DIRECTIONS FOR THIS TASK = Please restate, word for word, the lines below that begin at the one with "search = _search(data, v, stage, admitted, time.perf_counter()" and end at the one with "# Stage 2: keep". Leave out all other lines.

MATERIAL PROVIDED =
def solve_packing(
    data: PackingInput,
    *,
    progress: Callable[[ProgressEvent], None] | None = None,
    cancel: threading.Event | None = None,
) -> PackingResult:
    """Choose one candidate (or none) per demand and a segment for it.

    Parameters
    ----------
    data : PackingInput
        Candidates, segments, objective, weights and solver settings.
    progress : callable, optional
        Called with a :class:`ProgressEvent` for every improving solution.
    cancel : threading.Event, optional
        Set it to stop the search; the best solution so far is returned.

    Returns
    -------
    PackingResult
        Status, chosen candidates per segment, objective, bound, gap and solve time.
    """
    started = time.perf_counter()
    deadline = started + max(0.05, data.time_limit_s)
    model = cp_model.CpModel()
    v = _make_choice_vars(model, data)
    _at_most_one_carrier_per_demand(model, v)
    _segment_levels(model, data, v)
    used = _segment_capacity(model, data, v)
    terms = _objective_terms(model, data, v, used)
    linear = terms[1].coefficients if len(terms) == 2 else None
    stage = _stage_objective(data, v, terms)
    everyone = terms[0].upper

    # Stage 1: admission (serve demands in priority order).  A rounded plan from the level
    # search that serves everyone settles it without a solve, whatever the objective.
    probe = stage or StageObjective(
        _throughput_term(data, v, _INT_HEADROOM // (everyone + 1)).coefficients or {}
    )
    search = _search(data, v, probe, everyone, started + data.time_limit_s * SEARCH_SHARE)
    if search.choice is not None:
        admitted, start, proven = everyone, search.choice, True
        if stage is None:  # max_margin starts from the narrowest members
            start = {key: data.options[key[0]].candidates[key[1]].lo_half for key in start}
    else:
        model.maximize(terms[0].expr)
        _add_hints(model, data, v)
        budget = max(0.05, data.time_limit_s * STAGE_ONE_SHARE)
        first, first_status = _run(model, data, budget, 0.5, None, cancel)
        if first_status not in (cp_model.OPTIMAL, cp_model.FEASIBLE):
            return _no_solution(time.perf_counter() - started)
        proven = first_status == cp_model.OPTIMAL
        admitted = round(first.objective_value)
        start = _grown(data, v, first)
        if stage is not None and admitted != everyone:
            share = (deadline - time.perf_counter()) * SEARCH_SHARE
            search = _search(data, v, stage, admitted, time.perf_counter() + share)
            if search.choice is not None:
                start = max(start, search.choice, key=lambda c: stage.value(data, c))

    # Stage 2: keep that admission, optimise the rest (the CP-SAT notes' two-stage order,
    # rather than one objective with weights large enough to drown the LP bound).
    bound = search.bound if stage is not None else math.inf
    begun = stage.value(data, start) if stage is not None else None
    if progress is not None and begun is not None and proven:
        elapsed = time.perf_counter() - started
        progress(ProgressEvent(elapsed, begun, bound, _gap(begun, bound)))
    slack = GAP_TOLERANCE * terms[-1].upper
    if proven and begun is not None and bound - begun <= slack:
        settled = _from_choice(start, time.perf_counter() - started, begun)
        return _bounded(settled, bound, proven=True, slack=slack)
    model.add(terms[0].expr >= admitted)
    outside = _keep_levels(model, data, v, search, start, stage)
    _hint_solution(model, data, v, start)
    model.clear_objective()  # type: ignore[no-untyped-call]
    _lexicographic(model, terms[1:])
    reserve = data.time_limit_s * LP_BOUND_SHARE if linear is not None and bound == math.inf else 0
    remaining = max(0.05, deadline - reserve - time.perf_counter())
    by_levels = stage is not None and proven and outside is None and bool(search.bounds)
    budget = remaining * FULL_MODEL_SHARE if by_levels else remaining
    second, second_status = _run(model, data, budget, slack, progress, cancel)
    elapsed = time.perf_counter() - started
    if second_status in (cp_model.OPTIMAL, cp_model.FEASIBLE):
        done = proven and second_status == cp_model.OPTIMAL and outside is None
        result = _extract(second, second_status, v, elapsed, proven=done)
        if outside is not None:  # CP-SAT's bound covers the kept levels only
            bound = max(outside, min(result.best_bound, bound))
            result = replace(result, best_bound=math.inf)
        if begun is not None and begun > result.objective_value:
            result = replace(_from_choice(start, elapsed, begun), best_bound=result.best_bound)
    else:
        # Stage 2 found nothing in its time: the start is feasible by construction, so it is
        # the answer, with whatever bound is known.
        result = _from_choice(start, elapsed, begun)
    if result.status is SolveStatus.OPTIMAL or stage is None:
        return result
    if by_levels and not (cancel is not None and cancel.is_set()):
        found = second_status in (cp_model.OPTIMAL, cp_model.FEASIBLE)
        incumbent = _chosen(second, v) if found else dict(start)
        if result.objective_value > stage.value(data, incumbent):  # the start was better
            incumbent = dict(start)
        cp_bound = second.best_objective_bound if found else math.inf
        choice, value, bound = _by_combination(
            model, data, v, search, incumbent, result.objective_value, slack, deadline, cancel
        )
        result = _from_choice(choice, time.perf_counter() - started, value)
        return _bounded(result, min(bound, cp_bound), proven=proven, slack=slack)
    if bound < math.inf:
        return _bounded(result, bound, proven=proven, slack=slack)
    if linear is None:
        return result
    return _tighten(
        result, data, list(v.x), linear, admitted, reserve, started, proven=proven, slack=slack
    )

ANSWER SPACE =
            search = _search(data, v, stage, admitted, time.perf_counter() + share)
            if search.choice is not None:
                start = max(start, search.choice, key=lambda c: stage.value(data, c))

    # Stage 2: keep that admission, optimise the rest (the CP-SAT notes' two-stage order,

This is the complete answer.